Ostatnio dużo śpiewa po angielsku ....co mnie zaskakuje ,Miki zaś nie miał takich zachowań. Z jedzeniem bez zmian ,choroby co jakiś czas psują nam humory na całego . Wkrótce zacznę myśleć jak urządzić urodzinki ...
Miki.
W kwietniu wróciliśmy do przedszkola. Tu mam parę zmartwień - nawracające wirusówki, nerwowość okropna , krzyki i inne cuda wianki. Ciężki czas nastał. Nadal myślę jak to wszystko ulepszyć ,jak ukoić mojego małego nerwusa. |Czasem myślę że będzie informatykiem lub stworzy w przyszłosci mega grę :D lub mega innowacyjny telefon...

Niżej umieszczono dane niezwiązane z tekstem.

"""The audit bundle: one self-contained JSON file per computed request.

``export.build_bundle`` writes it from the store (``GET /v1/requests/{id}/bundle``);
``check.verify_bundle`` recomputes and checks it with no server and no database
(``sizewise verify BUNDLE``). The question and the record travel as opaque JSON: the bundle
never reads a question field, so it follows the engine's vocabulary without changes.
"""

FORMAT = "sizewise-audit-bundle"
FORMAT_VERSION = 1
# Where the exact versions the service runs with are pinned (see README, "Audit bundles").
LOCK_FILE = "service/deploy/requirements.lock"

Bliźniaki...Tu to tak jak jazda na roller coster (tak się to pisze???) ..bo gdy ci się wydaje że jest miedzy nami względnie 1 minuta wydarzeń ci pokazuje jak bardzo się myliłaś. Jesteśmy po bierzmowaniu ,po egz.gimn.. Czas wybrać szkoły i kierunki zainteresowań. Niełatwa sprawa w tym wyścigowym życiu...
Ja. Tu raczej rozpisywać się nie będę. Dużo pracy i wyzwań przede mną . Z tego najcięższego kalibru. Najciężej bowiem jest zmierzyć się z sobą i swoimi słabościami -którego doświadczyłam ostatnimi czasy. Czas na ciąg dalszy.
Rodzicielstwo. Trudne wybory,konsekwencje tych wyborów.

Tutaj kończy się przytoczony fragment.